**What to produce**: Each line below that holds the string "gives" counts once; report the total and nothing else.

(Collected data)
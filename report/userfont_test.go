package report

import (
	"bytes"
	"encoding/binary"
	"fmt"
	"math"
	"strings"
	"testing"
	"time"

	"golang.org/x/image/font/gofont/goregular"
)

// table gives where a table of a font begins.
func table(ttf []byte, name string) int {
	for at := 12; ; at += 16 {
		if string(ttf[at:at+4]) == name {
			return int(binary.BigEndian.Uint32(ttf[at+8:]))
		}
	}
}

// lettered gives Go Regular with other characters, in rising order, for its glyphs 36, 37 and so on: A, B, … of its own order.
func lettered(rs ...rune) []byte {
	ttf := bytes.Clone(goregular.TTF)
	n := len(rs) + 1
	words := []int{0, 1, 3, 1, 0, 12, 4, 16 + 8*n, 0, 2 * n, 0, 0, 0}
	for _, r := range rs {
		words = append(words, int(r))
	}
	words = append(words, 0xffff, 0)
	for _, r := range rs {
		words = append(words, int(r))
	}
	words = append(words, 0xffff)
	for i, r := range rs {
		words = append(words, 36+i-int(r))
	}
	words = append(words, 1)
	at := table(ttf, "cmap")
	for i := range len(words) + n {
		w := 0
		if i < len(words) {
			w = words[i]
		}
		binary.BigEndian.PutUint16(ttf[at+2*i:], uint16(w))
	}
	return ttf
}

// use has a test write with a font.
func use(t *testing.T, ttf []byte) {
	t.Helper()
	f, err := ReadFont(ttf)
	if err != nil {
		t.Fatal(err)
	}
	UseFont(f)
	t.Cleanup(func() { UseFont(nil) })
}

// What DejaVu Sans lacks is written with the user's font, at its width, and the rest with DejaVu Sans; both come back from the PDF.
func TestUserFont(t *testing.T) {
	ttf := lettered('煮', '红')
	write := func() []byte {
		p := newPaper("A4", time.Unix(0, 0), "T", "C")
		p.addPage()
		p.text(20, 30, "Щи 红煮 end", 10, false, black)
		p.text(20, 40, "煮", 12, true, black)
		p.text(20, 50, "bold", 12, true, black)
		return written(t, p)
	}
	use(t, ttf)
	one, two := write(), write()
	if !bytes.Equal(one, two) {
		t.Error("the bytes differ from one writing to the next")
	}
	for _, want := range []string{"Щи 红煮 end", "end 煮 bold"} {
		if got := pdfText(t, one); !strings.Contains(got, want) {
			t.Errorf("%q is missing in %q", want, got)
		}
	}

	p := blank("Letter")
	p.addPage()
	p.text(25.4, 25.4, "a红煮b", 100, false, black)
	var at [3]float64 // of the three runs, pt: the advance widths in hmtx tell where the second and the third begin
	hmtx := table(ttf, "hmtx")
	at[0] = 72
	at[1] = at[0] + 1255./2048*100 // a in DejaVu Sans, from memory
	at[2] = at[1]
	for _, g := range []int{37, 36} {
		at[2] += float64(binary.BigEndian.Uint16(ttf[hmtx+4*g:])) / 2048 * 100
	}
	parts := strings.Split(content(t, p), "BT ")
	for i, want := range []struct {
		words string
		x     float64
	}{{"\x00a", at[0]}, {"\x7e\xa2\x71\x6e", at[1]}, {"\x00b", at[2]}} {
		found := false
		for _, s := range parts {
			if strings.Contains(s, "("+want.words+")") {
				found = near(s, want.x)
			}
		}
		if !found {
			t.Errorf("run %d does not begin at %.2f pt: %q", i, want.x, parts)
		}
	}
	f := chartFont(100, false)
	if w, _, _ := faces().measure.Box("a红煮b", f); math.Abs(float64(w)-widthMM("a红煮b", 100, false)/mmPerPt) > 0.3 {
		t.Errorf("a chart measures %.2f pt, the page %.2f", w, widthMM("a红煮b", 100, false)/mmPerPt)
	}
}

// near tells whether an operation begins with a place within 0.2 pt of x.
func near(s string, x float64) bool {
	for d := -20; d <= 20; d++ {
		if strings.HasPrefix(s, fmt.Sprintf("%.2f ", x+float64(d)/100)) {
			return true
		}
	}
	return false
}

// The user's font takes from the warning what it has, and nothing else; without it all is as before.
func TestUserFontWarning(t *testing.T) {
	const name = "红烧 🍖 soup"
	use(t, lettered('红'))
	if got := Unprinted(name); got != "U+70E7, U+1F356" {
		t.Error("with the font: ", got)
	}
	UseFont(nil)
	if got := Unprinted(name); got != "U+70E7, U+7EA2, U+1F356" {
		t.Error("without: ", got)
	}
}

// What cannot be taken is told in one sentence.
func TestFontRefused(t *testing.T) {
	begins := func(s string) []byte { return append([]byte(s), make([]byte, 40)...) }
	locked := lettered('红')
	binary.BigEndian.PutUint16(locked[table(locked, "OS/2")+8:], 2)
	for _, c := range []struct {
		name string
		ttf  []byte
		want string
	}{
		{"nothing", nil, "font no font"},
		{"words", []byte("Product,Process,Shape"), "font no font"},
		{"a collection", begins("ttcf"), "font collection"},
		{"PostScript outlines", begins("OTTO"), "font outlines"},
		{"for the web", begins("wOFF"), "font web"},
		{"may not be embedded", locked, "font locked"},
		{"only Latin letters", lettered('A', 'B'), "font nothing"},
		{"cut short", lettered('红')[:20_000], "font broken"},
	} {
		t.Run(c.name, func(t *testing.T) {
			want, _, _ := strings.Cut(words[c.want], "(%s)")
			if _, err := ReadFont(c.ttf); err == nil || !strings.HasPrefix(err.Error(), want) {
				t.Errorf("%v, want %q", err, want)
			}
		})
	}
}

**Response area**: 2